Threads também são criadas pelo sistemas operacional, mas o Java dá suporte a duas bibliotecas bem interessantes que precisamos demonstrar. A primeira é a classe Threads que deve ser usada com muita parcimônia essa classe, o livro Java Efetivo nos diz no Item 80: Dê preferência aos executores, às tarefas e às streams em vez de threads. Os Executors são a proxima classe que vamos ver que podem entregar as mesmas funcionalidades.

— Então porque entender Threads?!?!

Threads são importantes porque são um conceito do sistema operacional. Um executor não elimina uma thread, ele apenas facilita a implementação delas e otimiza o seu uso. Threads são gerenciadas pelo Sistema Operacional. O tempo de CPU será dividido entre os processos e as threads. Isso significa que se seu computador tem 4 CPUs e seu programa tem ao menos 2 threads, é provável que em algum momento seu programa esteja rodando em 2 CPUs ao mesmo tempo, mas quem define isso é o sistema operacional.

Threads são um recurso do sistema operacional limitado e caro. No Windows isso não é transparente, mas no Linux é possível acessar essas informações facilmente através do arquivo /proc/sys/kernel/threads-max. Na execução abaixo vemos que essa instância do Linux só pode rodar 32.768 processos concorrentes e 100.435 threads concorrentes, o que dá em média 3 threads por processo.

$ cat /proc/sys/kernel/threads-max
100435

$ cat /proc/sys/kernel/pid_max
32768

— Mas 3 threads por processo não é muito pouco?!?!

Não!
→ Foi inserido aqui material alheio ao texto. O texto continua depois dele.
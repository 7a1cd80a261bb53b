"""A medium of one index at every wavelength, and the values that a user states himself."""

from __future__ import annotations

import math
from typing import Any

from materials.common.errors import InputError, OutOfRange
from materials.medium import Medium

_BY_USER = "given by the user"


def constant(
    index: float,
    *,
    name: str = "constant index",
    n2_m2_per_w: float | None = None,
    dn_dt_per_k: float | None = None,
) -> Medium:
    """Non-dispersive medium.

    Parameters
    ----------
    index : float
        Refractive index, 1 to 10.
    name : str
        Also its key.
    n2_m2_per_w : float, optional
        Kerr index, m2/W.
    dn_dt_per_k : float, optional
        Slope of the index with temperature, 1/K; the index is taken to hold at 20 degC.

    Returns
    -------
    Medium

    Raises
    ------
    OutOfRange
        The index is not between 1 and 10.
    InputError
        A value is not a finite number.

    Examples
    --------
    >>> constant(1.9963, name="core").index(1.55)
    1.9963
    """
    value = _finite(index, "index")
    if not 1.0 <= value <= 10.0:
        raise OutOfRange(f"index {value:g} of {name}: give a value from 1 to 10")
    return Medium(
        key=name,
        name=name,
        form="given index",
        formula="constant",
        coefficients=(value,),
        citation=_BY_USER,
        caveats=("non-dispersive",),
        **stated_values(n2_m2_per_w, dn_dt_per_k),
    )


def stated_values(n2_m2_per_w: float | None, dn_dt_per_k: float | None) -> dict[str, Any]:
    """Fields of a Medium for the coefficients that its user states or leaves out."""
    fields: dict[str, Any] = {}
    missing = []
    for field, what, value in (
        ("n2_m2_per_w", "n2", n2_m2_per_w),
        ("dn_dt_per_k", "dn/dT", dn_dt_per_k),
    ):
        if value is None:
            missing.append(what)
        else:
            fields[field] = _finite(value, field)
            citation = "n2_citation" if what == "n2" else "dn_dt_citation"
            fields[citation] = _BY_USER
    return {**fields, "missing": (*missing, "two-photon absorption")}


def _finite(value: float, what: str) -> float:
    try:
        number = float(value)
    except (TypeError, ValueError) as exc:
        raise InputError(f"{what} {value!r}: give a number") from exc
    if not math.isfinite(number):
        raise InputError(f"{what} {number}: give a finite number")
    return number
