def test_run_writes_everything_and_says_it_short(idlermap, here):
    code, out, err = idlermap("run", "design.toml", "-o", "out")
    assert code == 0
    written = {p.name for p in (here / "out").iterdir()}
    assert written == {
        "modes.csv", "mode_field.h5", "mode_field.png",
        "dispersion.csv", "dispersion.h5", "dispersion.png",
        "channel_map.h5", "channel_map.png", "conversion_band.csv", "pair_flux.csv",
        "ring_pairs.csv", "ring_pairs.h5", "ring_misalignment.png",
        "detuning_map.h5", "detuning_map.png", "ring_dispersion.csv",
        "design.toml", "summary.txt", "files.txt",
    }  # fmt: skip
    assert set((here / "out" / "files.txt").read_text().split()) == written
    assert set(file_names(read_design("design.toml"))) == written
    assert re.search(r"TE0 +1\.83454\d+\(\d+\)", out)
    assert " ".join(LASER_CAUTION.split()) in " ".join(out.split())
    assert max(map(len, out.splitlines())) <= 80
    assert "\x1b" not in out + err
    assert all(line.startswith("idlermap: ") for line in err.splitlines())
    assert "modes at 1.55 um" in err and "modes at 1.55 um" not in out
    summary = (here / "out" / "summary.txt").read_text()
    assert LASER_CAUTION in summary and "Si3N4-Luke2015" in summary
    for name, columns in (
        ("modes", {"n_eff", "n_eff_error", "loss_db_per_cm"}),
        ("dispersion", {"wavelength_um", "n_eff", "n_eff_error", "gamma_per_w_m"}),
        ("ring_pairs", {"mu", "misalignment_mhz", "misalignment_mhz_error", "aligned"}),
    ):
        table = pandas.read_csv(here / "out" / f"{name}.csv", comment="#")
        assert columns <= set(table.columns), name
        assert len(table) == {"modes": 1, "dispersion": 5, "ring_pairs": 5}[name]
    for name, variable, shape in (
        ("dispersion", "n_eff", (5,)),
        ("channel_map", "efficiency_db", (5, 5)),
        ("ring_pairs", "misalignment_mhz_error", (5,)),
    ):
        with xarray.open_dataset(here / "out" / f"{name}.h5", engine="h5netcdf") as data:
            assert data[variable].shape == shape
            assert data[variable].attrs["units"]


def test_resolved_design_runs_again_with_the_same_numbers(idlermap, here):
    assert idlermap("run", "design.toml", "-o", "one", "--set", 'output.figures="none"')[0] == 0
    assert idlermap("run", "one/design.toml", "-o", "two")[0] == 0
    for name in ("dispersion", "ring_pairs", "modes"):
        tables = [
            pandas.read_csv(here / folder / f"{name}.csv", comment="#") for folder in ("one", "two")
        ]
        pandas.testing.assert_frame_equal(*tables, check_exact=True)
    text = (here / "one" / "design.toml").read_text()
    assert '# materials: ["Si3N4-Luke2015", "SiO2-Malitson1965"]' in text
    assert "points = 5" in text and "slab_um = 0.0" in text


def test_a_full_folder_is_refused_before_any_work(idlermap, here):
    (here / "out").mkdir()
    (here / "out" / "mine.txt").write_text("mine")
    code, out, err = idlermap("run", "design.toml", "-o", "out")
    assert (code, out) == (cli_codes().STORAGE, "")
    assert err == (
        "idlermap: the output folder out is not empty; give another name, or --replace to "
        "replace it\n"
    )
    arguments = ["run", "design.toml", "-o", "out", "--replace", "--set", 'output.figures="none"']
    assert idlermap(*arguments)[0] == 0
    assert (here / "out" / "mine.txt").read_text() == "mine"
    assert (here / "out" / "dispersion.csv").exists()


def test_replacing_never_takes_the_design_or_a_file_of_the_user(idlermap, here):
    """Exit 5 and one line before any work; the folder stays as it was."""
    out, arguments = here / "out", ["-o", "out", "--replace"]
    out.mkdir()
    (out / "design.toml").write_text(DESIGN)
    code, said, err = idlermap("run", "out/design.toml", *arguments)
    assert (code, said, len(err.splitlines())) == (5, "", 1) and "out/design.toml is the" in err
    (out / "files.txt").write_text("design.toml\nfiles.txt\n")  # also when a run listed it
    assert idlermap("run", "out/design.toml", *arguments)[0] == 5
    (out / "modes.csv").write_text("mine")
    code, said, err = idlermap("run", "design.toml", *arguments)
    assert (code, said, len(err.splitlines())) == (5, "", 1)
    assert "modes.csv in out was not written by an earlier run" in err
    assert (out / "design.toml").read_text() == DESIGN
    assert (out / "modes.csv").read_text() == "mine"
    assert sorted(p.name for p in out.iterdir()) == ["design.toml", "files.txt", "modes.csv"]


def test_a_table_never_replaces_the_design(idlermap, here):
    (here / "design.csv").write_text(DESIGN)
    code, _, err = idlermap("modes", "design.csv", "-o", "design.csv", "--replace")
    assert code == 5 and "design.csv is the design" in err
    assert (here / "design.csv").read_text() == DESIGN


def test_the_names_of_a_run_are_known_before_it(here):
    names = file_names(read_design("design.toml", ["ring.pump_w=0.01", 'output.figures="pdf"']))
    assert {"pair_rates.csv", "channel_map.pdf", "files.txt"} <= set(names)
    bare = file_names(read_design("design.toml", ['output.figures="none"']))
    assert "pair_rates.csv" not in bare and not any(n.endswith("none") for n in bare)


def test_modes_columns_in_order(idlermap):
    code, out, _ = idlermap("modes", "design.toml", "-o", "modes.csv")
    assert code == 0
    header = out.splitlines()[1]
    places = [header.index(word) for word in ("mode", "n_eff", "D ", "gamma", "area", "loss")]
    assert places == sorted(places)
    assert pandas.read_csv("modes.csv", comment="#")["mode"].tolist() == ["TE0"]


@pytest.mark.parametrize(
    ("verb", "words"),
    [
        ("dispersion", ["Dispersion of TE0", "1.525", "Zero dispersion: none"]),
        ("channel", ["Channel, 10 mm, 0.1 W", "best signal", "Caution"]),
        ("ring", ["D2/2pi", "Pairs, cold", "linewidths"]),
    ],
)
def test_single_verbs(idlermap, verb, words):
    code, out, _ = idlermap(verb, "design.toml", "-o", "result.h5")
    assert code == 0
    for word in words:
        assert word in out
    assert ("Caution" in out) == (verb == "channel")  # goes with a pump power
    with xarray.open_dataset("result.h5", engine="h5netcdf") as data:
        assert data.sizes
    code, _, err = idlermap(verb, "design.toml", "-o", "result.h5")
    assert code == cli_codes().STORAGE and "result.h5 exists" in err


def test_export_writes_csv_to_stdout_or_a_file(idlermap, here):
    code, out, _ = idlermap("export", "curve", "design.toml", "--points", "3")
    assert code == 0
    table = pandas.read_csv(io.StringIO(out), comment="#")
    assert {"n_eff", "n_group", "beta2_ps2_per_km", "dispersion_ps_per_nm_km"} <= set(table)
    assert {"effective_area_um2", "gamma_per_w_m"} <= set(table)
    assert table["wavelength_um"].tolist() == [1.5, 1.55, 1.6]
    code, out, _ = idlermap("export", "betas", "design.toml", "-o", "betas.csv")
    assert (code, out) == (0, "")
    betas = pandas.read_csv("betas.csv", comment="#")
    assert betas["order"].tolist() == [0, 1, 2, 3, 4]
    # beta2 of the table about the pump and of the curve are one number
    assert betas["beta"][2] == pytest.approx(table["beta2_ps2_per_km"][1], rel=1e-9)


def test_export_taper_marks_what_failed(idlermap):
    code, out, err = idlermap(
        "export", "taper", "design.toml", "--set", 'mode.label="TE1"',
        "--from-um", "0.6", "--to-um", "1.6", "--points", "2",
    )  # fmt: skip
    assert code == cli_codes().FAILED_POINTS
    table = pandas.read_csv(io.StringIO(out), comment="#")
    assert table["n_eff"].isna().tolist() == [True, False]
    assert "no guided mode TE1" in table["reason"][0]
    assert "points without a value: 1" in err


def test_new_check_and_resolved(idlermap):
    assert idlermap("new", "start.toml")[0] == 0
    assert idlermap("check", "start.toml") == (0, "start.toml: good\n", "")
    code, _, err = idlermap("new", "start.toml")
    assert code == cli_codes().STORAGE and "start.toml exists" in err
    assert idlermap("new", "-") == (0, Path("start.toml").read_text(), "")
    code, out, _ = idlermap("check", "--resolved", "start.toml")
    assert code == 0 and 'label = "TE0"' in out


def test_materials(idlermap):
    code, out, _ = idlermap("materials", "list", "malitson")
    assert code == 0 and "SiO2-Malitson1965" in out and "Luke" not in out
    code, out, _ = idlermap("materials", "show", "SiO2-Malitson1965")
    assert code == 0 and "1.4440236" in out and "Malitson, J. Opt. Soc. Am." in out
    code, _, err = idlermap("materials", "show", "SiO2-Malitson1956")
    assert code == cli_codes().USAGE and "SiO2-Malitson1965" in err


def test_files_of_single_verbs_carry_the_whole_design(idlermap, here):
    assert idlermap("ring", "design.toml", "-o", "pairs.csv")[0] == 0
    header = (here / "pairs.csv").read_text()
    for line in (
        '# input design.cross_section.core = "Si3N4-Luke2015"',
        "# input design.ring.q_intrinsic = 2000000.0",
        "# input radius_um = 100.0",
        "# provenance grid = ",
        "# provenance made.at = ",
    ):
        assert line in header


def test_every_file_that_states_a_pump_power_carries_the_caution(idlermap, here):
    assert idlermap("run", "design.toml", "-o", "out", "--set", 'output.figures="none"')[0] == 0
    assert idlermap("export", "betas", "design.toml", "-o", "out/betas.csv")[0] == 0
    for path in (here / "out").iterdir():
        if path.suffix == ".h5":
            with xarray.open_dataset(path, engine="h5netcdf") as data:
                text = data.attrs["inputs"] + "\n" + data.attrs["notes"]
        else:
            text = path.read_text()
        assert (LASER_CAUTION in text) == ("pump_w" in text or path.stem == "summary"), path.name
    unpowered = (here / "design.toml").read_text().split("[channel]")[0]
    (here / "bare.toml").write_text(unpowered)
    assert idlermap("export", "curve", "bare.toml", "-o", "curve.csv")[0] == 0
    assert "Caution" not in (here / "curve.csv").read_text()


def test_extrapolation_is_marked_on_results(idlermap, here):
    film = 'cross_section.core="Si3N4-Philipp1973"'  # measured up to 1.24 um
    code, _, err = idlermap("modes", "design.toml", "--set", film)
    assert code == 2 and "band.extrapolate = true" in err
    wider = ["--set", film, "--set", "band.extrapolate=true"]
    for verb in ("modes", "dispersion", "channel", "ring"):
        code, _, err = idlermap(verb, "design.toml", "-o", f"{verb}.csv", *wider)
        assert code == 0
        note = "Si3N4-Philipp1973: may be extrapolated outside"
        assert note in err and note in (here / f"{verb}.csv").read_text(), verb


def test_shell_completion(run_idlermap):
    done = run_idlermap(environment={"_IDLERMAP_COMPLETE": "bash_source"})
    assert done.returncode == 0 and "_idlermap_completion" in done.stdout


def test_version_and_help(idlermap):
    code, out, _ = idlermap("--version")
    assert code == 0 and out.startswith("idlermap, version ")
    code, out, _ = idlermap("--help")
    assert code == 0
    for number in (0, 1, 2, 3, 4, 5, 130):
        assert re.search(rf"^ +{number}  ", out, re.MULTILINE), number
    assert "_IDLERMAP_COMPLETE=bash_source" in out
    assert max(map(len, out.splitlines())) <= 80
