"""A medium: its index with exact frequency derivatives, nonlinearity and slope with heat.

References
----------
n_group = n - l dn/dl and beta2 = d2(n omega/c)/domega2, as in G. P. Agrawal, Nonlinear
Fiber Optics, chapter 1.
"""

from __future__ import annotations

import math
from dataclasses import dataclass, field, replace
from typing import Any

import numpy as np
from numpy.typing import ArrayLike

from materials import formulas, model_error
from materials.common import series
from materials.common.constants import (
    C_UM_PER_PS,
    PER_UM_TO_PER_KM,
    omega_from_um,
    um_from_omega,
)
from materials.common.errors import InputError, MissingData, OutsideMaterialRange

#: Taken where a table states no temperature, degC.
ROOM_TEMPERATURE_DEGC = 20.0

#: Relative slack at the ends of a range, for wavelengths that were frequencies once.
_RANGE_SLACK = 1e-9

#: Points of the search for zeros of beta2 and steps of each bisection (to 1e-9 um or less).
_ZERO_SEARCH_POINTS = 4000
_BISECTIONS = 48


@dataclass(frozen=True, slots=True, eq=False)
class Fit:
    """How well a fitted medium follows its points, and how well its constants are known.

    Attributes
    ----------
    window_um : tuple of float
        First and last wavelength used.
    points : int
        Number of points used.
    terms : int
        Number of resonances.
    residual_rms, residual_max : float
        Of the index, over those points.
    covariance : ndarray, shape (n_params, n_params)
        Of the fitted constants.
    covariance_root : ndarray, shape (n_coefficients, n_params)
        Column j moves all the coefficients of the formula by the j-th independent
        one-sigma variation; constants held fixed have zero rows.
    alternatives : tuple of (float, tuple of float)
        Coefficients of other arrangements of resonances that the points do not rule out,
        each with its posterior weight.
    misfit_variations : ndarray, shape (rows, degree + 1)
        One-sigma variations of the index for the error of the form itself, as in
        :class:`materials.model_error.Misfit`.
    """

    window_um: tuple[float, float]
    points: int
    terms: int
    residual_rms: float
    residual_max: float
    covariance: np.ndarray
    covariance_root: np.ndarray
    alternatives: tuple[tuple[float, tuple[float, ...]], ...] = ()
    misfit_variations: np.ndarray = field(default_factory=lambda: np.zeros((0, 1)))


@dataclass(frozen=True, slots=True, eq=False)
class Medium:
    """An isotropic medium, or one axis of a crystal.

    Attributes
    ----------
    key, name, form : str
        Catalogue key, plain name, and what was measured (bulk crystal, thin film ...).
    formula : str
        Name in :data:`materials.formulas.FORMULAS`.
    coefficients : tuple of float
        As printed in the source.
    axis : str or None
        "o" or "e" of a uniaxial crystal.
    range_um : tuple of float or None
        Measured range; None for a non-dispersive medium.
    temperature_degc : float or None
        Temperature that the index holds for; None where the source states none.
    citation : str
        Paper of the index.
    n2_m2_per_w, dn_dt_per_k, two_photon_m_per_w : float or None
        Kerr index, slope of the index with temperature and two-photon absorption, each
        with ``*_citation`` and ``*_spread`` in words.
    caveats : tuple of str
        What a user of the numbers must know.
    missing : tuple of str
        Names of the values for which there is no source.
    extrapolate : bool
        Whether wavelengths outside ``range_um`` are allowed.
    index_shift : float
        Added to the index by :meth:`at_temperature`.
    fit : Fit or None
        For a medium fitted to measured points.
    """

    key: str
    name: str
    form: str
    formula: str
    coefficients: tuple[float, ...]
    axis: str | None = None
    range_um: tuple[float, float] | None = None
    temperature_degc: float | None = None
    citation: str = ""
    n2_m2_per_w: float | None = None
    n2_citation: str = ""
    n2_spread: str = ""
    dn_dt_per_k: float | None = None
    dn_dt_citation: str = ""
    dn_dt_spread: str = ""
    two_photon_m_per_w: float | None = None
    two_photon_citation: str = ""
    two_photon_spread: str = ""
    caveats: tuple[str, ...] = ()
    missing: tuple[str, ...] = ()
    extrapolate: bool = False
    index_shift: float = 0.0
    fit: Fit | None = field(default=None, repr=False)

    def __repr__(self) -> str:
        return f"<Medium {self.key}: {self.name}, {self.form}, {self._range_words()}>"

    # -- dispersion at a wavelength ------------------------------------------------

    def index(self, wavelength_um: ArrayLike) -> Any:
        """Refractive index.

        Parameters
        ----------
        wavelength_um : float or ndarray, um

        Returns
        -------
        float or ndarray
            As ``wavelength_um``.

        Raises
        ------
        InputError
            A wavelength is not a positive finite number.
        OutsideMaterialRange
            A wavelength lies outside the measured range.
        """
        return _plain(self._index_about(wavelength_um, 0)[0])

    def group_index(self, wavelength_um: ArrayLike) -> Any:
        """Group index n - l dn/dl; arguments and errors as for :meth:`index`."""
        return _plain(C_UM_PER_PS * self._beta_about(wavelength_um, 1)[1])

    def beta2_ps2_per_km(self, wavelength_um: ArrayLike) -> Any:
        """Second derivative of n omega/c by omega; arguments and errors as :meth:`index`."""
        return _plain(2.0 * PER_UM_TO_PER_KM * self._beta_about(wavelength_um, 2)[2])

    def zero_dispersion_um(self) -> np.ndarray:
        """Wavelengths inside the range where beta2 changes sign, um, rising; may be empty.

        Found on 4000 wavelengths in geometric progression, so a pair of zeros closer
        than about 0.1 % is not seen; then bisected to rounding.
        """
        if self.range_um is None:
            return np.empty(0)
        grid = np.geomspace(*self.range_um, _ZERO_SEARCH_POINTS)
        sign = np.sign(self.beta2_ps2_per_km(grid))
        at = np.flatnonzero(sign[:-1] * sign[1:] < 0)
        low, high, low_sign = grid[at], grid[at + 1], sign[at]
        for _ in range(_BISECTIONS):
            middle = 0.5 * (low + high)
            same = np.sign(self.beta2_ps2_per_km(middle)) == low_sign
            low, high = np.where(same, middle, low), np.where(same, high, middle)
        return np.sort(np.concatenate([0.5 * (low + high), grid[1:-1][sign[1:-1] == 0]]))

    # -- series in frequency -------------------------------------------------------

    def permittivity_series(
        self, omega_rad_per_ps: ArrayLike, order: int, temperature_degc: float | None = None
    ) -> np.ndarray:
        """Taylor coefficients of eps_r = n**2 in omega (1/k! included).

        Parameters
        ----------
        omega_rad_per_ps : float or ndarray, rad/ps
        order : int
            Highest power.
        temperature_degc : float, optional
            As :meth:`at_temperature`; None keeps the temperature of the medium.

        Returns
        -------
        ndarray of float, shape (order + 1, *omega.shape)

        Raises
        ------
        InputError, OutsideMaterialRange
            As :meth:`index`.
        MissingData
            A temperature is asked for and the medium has no dn/dT.
        """
        if temperature_degc is not None:
            warmed = self.at_temperature(temperature_degc)
            return warmed.permittivity_series(omega_rad_per_ps, order)
        omega = self._checked_omega(omega_rad_per_ps)
        q = formulas.inverse_wavelength(omega, order)
        if self.index_shift == 0.0:
            eps = formulas.permittivity(self.formula, q, self.coefficients)
            self._check_physical(eps[0], omega)
            return eps
        n = self.index_series(omega, order)
        return series.multiply(n, n)

    def index_series(
        self, omega_rad_per_ps: ArrayLike, order: int, temperature_degc: float | None = None
    ) -> np.ndarray:
        """Taylor coefficients of n in omega; as :meth:`permittivity_series`."""
        if temperature_degc is not None:
            warmed = self.at_temperature(temperature_degc)
            return warmed.index_series(omega_rad_per_ps, order)
        omega = self._checked_omega(omega_rad_per_ps)
        q = formulas.inverse_wavelength(omega, order)
        if formulas.FORMULAS[self.formula].gives_index:
            n = formulas.index(self.formula, q, self.coefficients)
            self._check_physical(n[0], omega)
        else:
            eps = formulas.permittivity(self.formula, q, self.coefficients)
            self._check_physical(eps[0], omega)
            n = series.sqrt(eps)
        n[0] += self.index_shift
        return n

    def variation_series(self, omega_rad_per_ps: ArrayLike, order: int) -> np.ndarray:
        """One-sigma variations of eps_r that the fit of the points leaves open.

        Returns
        -------
        ndarray of float, shape (n_params, order + 1, *omega.shape)
            First-order changes of :meth:`permittivity_series`, independent of each
            other: the variance of any linear result is the sum of their squares. First
            the constants; then other arrangements of resonances that fit about as well
            (their difference times the root of their weight); then the model error, by
            which a sum of resonances as such departs from the points
            (:mod:`materials.model_error`). ``n_params`` is 0 for a medium that was not
            fitted here.
        """
        omega = self._checked_omega(omega_rad_per_ps)
        q = formulas.inverse_wavelength(omega, order)
        if self.fit is None:
            return np.zeros((0, *q.shape))
        gradient = formulas.fitted_resonances_gradient(q, self.coefficients)
        out = np.tensordot(self.fit.covariance_root.T, gradient, axes=1)
        e = formulas.permittivity(self.formula, q, self.coefficients)
        for weight, coefficients in self.fit.alternatives:
            other = formulas.permittivity(self.formula, q, coefficients)
            out = np.concatenate([out, math.sqrt(weight) * (other - e)[None]])
        smooth = model_error.index_variations(q, self.fit.window_um, self.fit.misfit_variations)
        twice_n = 2.0 * series.sqrt(e)
        out = np.array([*out, *(series.multiply(twice_n, row) for row in smooth)])
        if self.index_shift != 0.0:
            # eps = (sqrt(e) + shift)^2, hence d eps = (1 + shift/sqrt(e)) de
            factor = self.index_shift * series.power(e, -0.5)
            factor[0] += 1.0
            out = np.array([series.multiply(factor, row) for row in out])
        return out

    # -- copies --------------------------------------------------------------------

    def allow_extrapolation(self) -> Medium:
        """Copy that also works outside its measured range, and says so in its caveats."""
        if self.range_um is None or self.extrapolate:
            return self
        caveat = f"may be extrapolated outside {self._range_words()}"
        return replace(self, extrapolate=True, caveats=(*self.caveats, caveat))

    def at_temperature(self, temperature_degc: float) -> Medium:
        """Copy with the index shifted by dn/dT times the change of temperature.

        The shift is the same at all wavelengths. Where the source states no temperature,
        20 degC is taken and said so.

        Raises
        ------
        InputError
            The temperature is not a finite number above absolute zero.
        MissingData
            The medium has no dn/dT.
        """
        temperature = float(temperature_degc)
        if not (math.isfinite(temperature) and temperature > -273.15):
            raise InputError(
                f"temperature {temperature_degc} degC: give a finite value above -273.15 degC"
            )
        if self.dn_dt_per_k is None:
            raise MissingData(
                f"{self.key} has no dn/dT, so it cannot be taken to {temperature:g} degC: "
                "leave the temperature out, or use a medium that has one"
            )
        caveats, start = self.caveats, self.temperature_degc
        if start is None:
            start = ROOM_TEMPERATURE_DEGC
            caveats = (*caveats, "states no temperature: 20 degC taken")
        change = temperature - start
        if abs(change) > 100.0:
            caveats = (*caveats, f"dn/dT used linearly over {change:.0f} K")
        shift = self.index_shift + self.dn_dt_per_k * change
        return replace(self, temperature_degc=temperature, index_shift=shift, caveats=caveats)

    # -- helpers -------------------------------------------------------------------

    def _range_words(self) -> str:
        if self.range_um is None:
            return "any wavelength"
        return f"{self.range_um[0]:g}-{self.range_um[1]:g} um"

    def _index_about(self, wavelength_um: ArrayLike, order: int) -> np.ndarray:
        return self.index_series(omega_from_um(_positive(wavelength_um, "wavelength", "um")), order)

    def _beta_about(self, wavelength_um: ArrayLike, order: int) -> np.ndarray:
        omega = omega_from_um(_positive(wavelength_um, "wavelength", "um"))
        n = self.index_series(omega, order)
        return series.multiply(series.variable(omega, order), n) / C_UM_PER_PS

    def _checked_omega(self, omega_rad_per_ps: ArrayLike) -> np.ndarray:
        omega = _positive(omega_rad_per_ps, "frequency", "rad/ps")
        if self.range_um is None or self.extrapolate or omega.size == 0:
            return omega
        low, high = self.range_um
        wavelength = um_from_omega(omega)
        outside = (wavelength < low * (1.0 - _RANGE_SLACK)) | (
            wavelength > high * (1.0 + _RANGE_SLACK)
        )
        if np.any(outside):
            asked = float(np.ravel(wavelength)[np.flatnonzero(np.ravel(outside))[0]])
            raise OutsideMaterialRange(
                f"{self.key} ({self.name}): {asked:.6g} um is outside its measured range "
                f"{self._range_words()} ({self.citation or 'no citation'}); stay inside, or ask "
                "for extrapolation (.allow_extrapolation(), extrapolate in a design file)"
            )
        return omega

    def _check_physical(self, value: np.ndarray, omega: np.ndarray) -> None:
        """Refuse n**2 or n that is not positive: only an extrapolated formula gets there."""
        bad = ~(np.isfinite(value) & (value > 0.0))
        if np.any(bad):
            asked = float(np.ravel(um_from_omega(omega))[np.flatnonzero(np.ravel(bad))[0]])
            raise OutsideMaterialRange(
                f"{self.key} ({self.name}): its formula gives no real index at {asked:.6g} um, "
                f"too far outside its range {self._range_words()}; stay closer to it"
            )


def _positive(value: ArrayLike, what: str, unit: str) -> np.ndarray:
    """Array of float, all positive and finite."""
    try:
        array = np.asarray(value, dtype=float)
    except (TypeError, ValueError) as exc:
        raise InputError(f"{what} {value!r}: give a number or an array in {unit}") from exc
    bad = ~(np.isfinite(array) & (array > 0.0))
    if np.any(bad):
        first = np.ravel(array)[np.flatnonzero(np.ravel(bad))[0]]
        raise InputError(f"{what} {first} {unit}: give a finite value above 0 {unit}")
    return array


def _plain(value: np.ndarray) -> Any:
    """A float from a 0-d array, anything else unchanged."""
    return float(value) if np.ndim(value) == 0 else value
Porque é praticamente impossível rodar 32.768 processos concorrentes e a grande maioria dos processos tem apenas uma thread rodando.

— Mas o que acontece quando o Java pede uma thread nova?

Para entender isso, precisamos compreender outro conceito importante de Sistemas Operacionais o espaço do usuário e o espaço do kernel (user space e kernel space). Espaço do usuário é todo o código dos nossos programas, já o espaço do kernel é o código do sistema operacional que nossos programas usam para realizar algumas operações. Toda operação que sai do espaço do usuário e vai para o espaço do kernel é custosa porque pode envolver recursos compartilhados como sockets, arquivos ou threads. Logo, criar uma nova thread é custoso porque tem que criar uma nova thread no sistema operacional que não é apenas alocar um espaço na memória.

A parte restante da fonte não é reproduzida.